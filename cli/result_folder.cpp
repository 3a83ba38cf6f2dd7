#include "result_folder.hpp"

#include "files.hpp"

#include <algorithm>
#include <array>
#include <filesystem>
#include <functional>
#include <set>
#include <utility>

namespace runnel_cli {

namespace {

bool write_file(const std::filesystem::path& path,
                const std::function<void(const runnel::TextSink&)>& write) {
    Output output(path.string());
    write(output.sink());
    return output.close();
}

/// Names of drawings by level. Ids that become the same name, also where a file system does not tell capitals
/// from small letters, are numbered.
std::vector<std::string> drawing_names(const runnel::Framing& framing) {
    std::vector<std::string> names;
    std::set<std::string> taken;
    const auto take = [&](std::string name) {
        std::transform(name.begin(), name.end(), name.begin(),
                       [](char c) { return c >= 'A' && c <= 'Z' ? static_cast<char>(c - 'A' + 'a') : c; });
        return taken.insert(name).second;
    };
    for (const runnel::FramedLevel& level : framing.levels) {
        const std::string stem = "plan-" + safe_file_name(level.id);
        std::string name = stem;
        for (int number = 2; !take(name); ++number) {
            name = stem + '-' + std::to_string(number);
        }
        names.push_back(name + ".svg");
    }
    return names;
}

constexpr std::array<std::pair<const char*, runnel::Table>, 4> tables{
    {{"members.csv", runnel::Table::members},
     {"reactions.csv", runnel::Table::reactions},
     {"rundowns.csv", runnel::Table::rundowns},
     {"foundations.csv", runnel::Table::foundations}}};

/// A plan with errors gives no tables; those that lie there could be taken for its own.
void warn_of_earlier_tables(const std::filesystem::path& path) {
    for (const auto& table : tables) {
        std::error_code trouble;
        if (std::filesystem::exists(path / table.first, trouble)) {
            complain("the plan has errors: tables and drawings in " + path.string() +
                     " are of an earlier run");
            return;
        }
    }
}

} // namespace

bool write_folder(const std::string& folder, const runnel::Takedown& takedown,
                  const runnel::ReportOptions& options) {
    const std::filesystem::path path(folder);
    std::error_code trouble;
    std::filesystem::create_directories(path, trouble);
    if (trouble) {
        complain("cannot make the folder " + folder + ": " + trouble.message());
        return false;
    }
    bool written = write_file(path / "result.json", [&](const runnel::TextSink& sink) {
        runnel::write_result(takedown, {}, options, sink);
    });
    if (!takedown.complete) {
        warn_of_earlier_tables(path);
        return written;
    }
    for (const auto& table : tables) {
        written = write_file(path / table.first,
                             [&](const runnel::TextSink& sink) {
                                 runnel::write_table(takedown, table.second, options, sink);
                             }) &&
                  written;
    }
    const std::vector<std::string> names = drawing_names(takedown.framing);
    for (std::uint32_t l = 0; l < names.size(); ++l) {
        written = write_file(path / names[l],
                             [&](const runnel::TextSink& sink) {
                                 runnel::draw_level(takedown.plan, takedown.framing, l,
                                                    takedown.levels[l].sharing, options, sink);
                             }) &&
                  written;
    }
    return written;
}

} // namespace runnel_cli
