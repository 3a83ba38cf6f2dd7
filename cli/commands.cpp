#include "commands.hpp"

#include "files.hpp"
#include "nearest.hpp"
#include "progress.hpp"
#include "result_folder.hpp"

#include <runnel/takedown.hpp>

#include <algorithm>
#include <initializer_list>
#include <iterator>
#include <string>
#include <string_view>
#include <tuple>

namespace runnel_cli {

namespace {

/// Whether the last key of a pointer is one of a list.
bool ends_in(const std::string& pointer, std::initializer_list<std::string_view> keys) {
    const std::size_t slash = pointer.rfind('/');
    const std::string_view key = std::string_view(pointer).substr(slash == std::string::npos ? 0 : slash + 1);
    return std::find(keys.begin(), keys.end(), key) != keys.end();
}

/// Errors beside which the rest of the plan can still be gone through: they take nothing from it that
/// framing, decks and the places of loads need.
bool leaves_values(const runnel::Problem& problem) {
    using Code = runnel::ProblemCode;
    switch (problem.code) {
    case Code::unknown_key:
    case Code::duplicate_key:
    case Code::not_supported_yet:
    case Code::no_dead_case:
    case Code::conflicting_keys:
        return true;
    case Code::unknown_id:
        return ends_in(problem.pointer, {"case", "section", "build"});
    case Code::wrong_type:
    case Code::bad_quantity:
    case Code::wrong_dimension:
    case Code::out_of_range:
        return ends_in(problem.pointer,
                       {"q", "w", "w_from", "w_to", "p", "self_weight", "E", "I", "A", "depth", "density"});
    default:
        return false;
    }
}

/// A plan's text and what reading it gave.
struct Input {
    std::string file;
    std::string text;
    runnel::PlanReading reading;

    [[nodiscard]] bool usable() const { return !runnel::has_errors(reading.problems); }
    /// True where its errors left the plan's values whole: nothing that was understood is missing.
    [[nodiscard]] bool whole() const {
        return std::all_of(reading.problems.begin(), reading.problems.end(), [](const runnel::Problem& p) {
            return p.severity != runnel::Severity::error || leaves_values(p);
        });
    }
};

std::optional<Input> read_input(const std::string& file, const Request& request) {
    std::optional<std::string> text = read_file(file);
    if (!text) {
        return std::nullopt;
    }
    Input input{file == "-" ? "standard input" : file, std::move(*text), {}};
    input.reading = runnel::read_plan(input.text);
    if (request.share) {
        std::vector<std::string>& defaults = input.reading.plan.defaults_used;
        defaults.erase(std::remove(defaults.begin(), defaults.end(), "share"), defaults.end());
    }
    return input;
}

runnel::TakedownOptions takedown_options(const Request& request) {
    runnel::TakedownOptions options;
    options.share = request.share;
    options.threads = request.threads;
    return options;
}

runnel::ReportOptions report_options(const Request& request, const Input& input) {
    runnel::ReportOptions options;
    options.units = request.units;
    options.digest = input.reading.digest;
    options.colour = colour_on(stdout);
    return options;
}

/// Problems of reading and of the phases after it. With errors among the first they are put in the order of
/// the text, those without a place last.
std::vector<runnel::Problem> together(const std::vector<runnel::Problem>& read,
                                      std::vector<runnel::Problem> later) {
    std::vector<runnel::Problem> all = read;
    all.insert(all.end(), std::make_move_iterator(later.begin()), std::make_move_iterator(later.end()));
    if (runnel::has_errors(read)) {
        std::stable_sort(all.begin(), all.end(), [](const runnel::Problem& a, const runnel::Problem& b) {
            return std::tuple(a.line == 0, a.line, a.column) < std::tuple(b.line == 0, b.line, b.column);
        });
    }
    return all;
}

/// Own weight must go somewhere, or the phases after reading could not be gone through: where reading refused
/// the plan for want of a dead case, it gets one for as long as they last.
runnel::Takedown take_down_beside_errors(runnel::PlanReading& reading,
                                         const runnel::TakedownOptions& options) {
    const bool lent =
        std::any_of(reading.problems.begin(), reading.problems.end(),
                    [](const runnel::Problem& p) { return p.code == runnel::ProblemCode::no_dead_case; });
    if (lent) {
        runnel::LoadCase dead;
        dead.id = "dead";
        dead.kind = runnel::CaseKind::dead;
        reading.plan.cases.push_back(std::move(dead));
    }
    runnel::Takedown takedown = runnel::take_down(std::move(reading.plan), options);
    if (lent) {
        takedown.plan.cases.pop_back();
    }
    return takedown;
}

/// The takedown of a plan, with what reading it found among its problems; one without results where the plan
/// has errors. Where they leave its values whole, framing, sharing and loads are gone through all the same
/// for their problems.
runnel::Takedown take_down(Input& input, const Request& request) {
    runnel::Takedown takedown;
    if (input.whole()) {
        const Progress progress("taking the loads down");
        takedown = take_down_beside_errors(input.reading, takedown_options(request));
        runnel::locate_problems(input.text, takedown.problems);
    } else {
        takedown.plan = std::move(input.reading.plan);
    }
    const bool errors_of_reading = !input.usable();
    takedown.problems = together(input.reading.problems, std::move(takedown.problems));
    takedown.complete = takedown.complete && !errors_of_reading;
    return takedown;
}

runnel::ShareComparison compare_shares(const Input& input, const runnel::Takedown& takedown,
                                       const Request& request) {
    const Progress progress("comparing the shares");
    runnel::ShareComparison shares = runnel::compare_shares(takedown, takedown_options(request));
    for (runnel::ShareRun& run : shares.runs) {
        runnel::locate_problems(input.text, run.problems);
    }
    return shares;
}

void complain_of(const std::string& file, runnel::Units units, const std::vector<runnel::Problem>& problems) {
    runnel::write_problems(problems, file, units, colour_on(stderr), standard_error());
}

constexpr const char* not_gone_through = "Framing and loads are not checked until these are mended.\n";

std::string counted(std::size_t count, const std::string& what) {
    return std::to_string(count) + ' ' + what + (count == 1 ? "" : "s");
}

/// "2 errors, 1 warning, no notes" as one line.
std::string summary(const std::vector<runnel::Problem>& problems) {
    const auto count = [&](runnel::Severity severity) {
        return static_cast<std::size_t>(
            std::count_if(problems.begin(), problems.end(),
                          [severity](const runnel::Problem& p) { return p.severity == severity; }));
    };
    return counted(count(runnel::Severity::error), "error") + ", " +
           counted(count(runnel::Severity::warning), "warning") + ", " +
           counted(count(runnel::Severity::note), "note");
}

Status worse(Status a, Status b) {
    return std::max(a, b);
}

} // namespace

Status check(const Request& request) {
    struct Checked {
        std::string file;
        runnel::Units units;
        std::vector<runnel::Problem> problems;
        bool whole;
    };
    Status status = done;
    std::vector<Checked> plans;
    for (const std::string& file : request.files) {
        std::optional<Input> input = read_input(file, request);
        if (!input) {
            status = worse(status, file_trouble);
            continue;
        }
        runnel::Takedown takedown = take_down(*input, request);
        status = worse(status, runnel::has_errors(takedown.problems) ? input_errors : done);
        plans.push_back({input->file, takedown.plan.units, std::move(takedown.problems), input->whole()});
    }
    Output output = Output::standard();
    if (request.format == "json") {
        std::vector<runnel::FileProblems> files;
        for (const Checked& plan : plans) {
            files.push_back({request.files.size() > 1 ? plan.file : std::string{},
                             request.units.value_or(plan.units), plan.problems});
        }
        runnel::write_problems_json(files, output.sink());
    } else {
        for (const Checked& plan : plans) {
            runnel::write_problems(plan.problems, plan.file, plan.units, colour_on(stdout), output.sink());
            output.sink()(plan.file + ": " + summary(plan.problems) + '\n');
            output.sink()(plan.whole ? "" : not_gone_through);
        }
    }
    return output.close() ? status : file_trouble;
}

Status takedown(const Request& request) {
    std::optional<Input> input = read_input(request.files.front(), request);
    if (!input) {
        return file_trouble;
    }
    const runnel::Takedown takedown = take_down(*input, request);
    runnel::ReportOptions options = report_options(request, *input);
    runnel::ShareComparison shares;
    if (request.compare_shares && input->usable()) {
        shares = compare_shares(*input, takedown, request);
        options.shares = &shares;
    }

    Output output = Output::standard();
    if (request.format == "json") {
        runnel::write_result(takedown, {}, options, output.sink());
    } else if (takedown.complete && request.format == "csv") {
        runnel::write_table(takedown, request.table.value_or(runnel::Table::reactions), options,
                            output.sink());
    } else if (takedown.complete || options.shares != nullptr) {
        runnel::write_account(takedown, options, output.sink());
    }
    bool written = output.close();
    if (request.format != "json") {
        complain_of(input->file, takedown.plan.units, takedown.problems);
        standard_error()(input->whole() ? "" : not_gone_through);
    }
    if (!request.folder.empty()) {
        written = write_folder(request.folder, takedown, options) && written;
    }
    if (!written) {
        return file_trouble;
    }
    return runnel::has_errors(takedown.problems) ? input_errors : done;
}

namespace {

struct Split {
    runnel::Framing framing;
    std::vector<runnel::Sharing> sharings;
    std::vector<runnel::Problem> problems;
};

/// Only the levels asked for are split.
Split split_decks(runnel::Plan& plan, const Request& request, std::optional<std::uint32_t> level) {
    const Progress progress("splitting the decks");
    if (request.share) {
        plan.settings.share = *request.share;
        for (runnel::Level& one : plan.levels) {
            for (runnel::Deck& deck : one.decks) {
                deck.share.reset();
            }
        }
    }
    Split split;
    split.framing = runnel::frame_plan(plan);
    split.problems = split.framing.problems;
    split.sharings.resize(split.framing.levels.size());
    for (std::uint32_t l = 0; l < split.framing.levels.size(); ++l) {
        if (!level || *level == l) {
            split.sharings[l] = runnel::share_decks(plan, split.framing, l);
            const std::vector<runnel::Problem>& more = split.sharings[l].problems;
            split.problems.insert(split.problems.end(), more.begin(), more.end());
        }
    }
    return split;
}

/// Index of the level that is asked for. False, with a sentence on standard error, where there is none.
bool find_level(const runnel::Plan& plan, const Request& request, std::optional<std::uint32_t>& level) {
    std::vector<std::string> ids;
    for (const runnel::Level& one : plan.levels) {
        if (one.id == request.level) {
            level = static_cast<std::uint32_t>(ids.size());
        }
        ids.push_back(one.id);
    }
    if (!request.level.empty() && !level) {
        const std::string meant = nearest(request.level, ids);
        complain("the plan has no level \"" + request.level + '"' +
                 (meant.empty() ? "" : "; did you mean \"" + meant + "\"?"));
        return false;
    }
    if (request.format == "svg" && !level && plan.levels.size() != 1) {
        complain("a drawing shows one level: give --level, one of " + counted(plan.levels.size(), "level"));
        return false;
    }
    return true;
}

runnel::RegionFormat region_format(const std::string& name) {
    if (name == "svg") {
        return runnel::RegionFormat::svg;
    }
    return name == "geojson" ? runnel::RegionFormat::geojson : runnel::RegionFormat::json;
}

} // namespace

Status regions(const Request& request) {
    std::optional<Input> input = read_input(request.files.front(), request);
    if (!input) {
        return file_trouble;
    }
    runnel::RegionView view;
    view.format = region_format(request.format);
    Split split;
    if (input->usable()) {
        if (!find_level(input->reading.plan, request, view.level)) {
            return wrong_usage;
        }
        split = split_decks(input->reading.plan, request, view.level);
        runnel::locate_problems(input->text, split.problems);
    }
    std::vector<runnel::Problem> problems = input->reading.problems;
    problems.insert(problems.end(), split.problems.begin(), split.problems.end());
    Output output = Output::standard();
    runnel::write_regions(input->reading.plan, split.framing, split.sharings, problems, view,
                          report_options(request, *input), output.sink());
    if (view.format == runnel::RegionFormat::svg) {
        complain_of(input->file, input->reading.plan.units, problems);
    }
    if (!output.close()) {
        return file_trouble;
    }
    return runnel::has_errors(problems) ? input_errors : done;
}

Status schema(const Request& request) {
    Output output = Output::standard();
    output.sink()(runnel::schema_of(request.document));
    return output.close() ? done : file_trouble;
}

} // namespace runnel_cli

☆ ☆ ☆

» Task:
In the listing above, find the line containing "runnel::RegionView view;" and the line containing "runnel::locate_problems(input->text, split.problems);", then repeat those two lines and everything between them exactly.

» Your solution:
    runnel::RegionView view;
    view.format = region_format(request.format);
    Split split;
    if (input->usable()) {
        if (!find_level(input->reading.plan, request, view.level)) {
            return wrong_usage;
        }
        split = split_decks(input->reading.plan, request, view.level);
        runnel::locate_problems(input->text, split.problems);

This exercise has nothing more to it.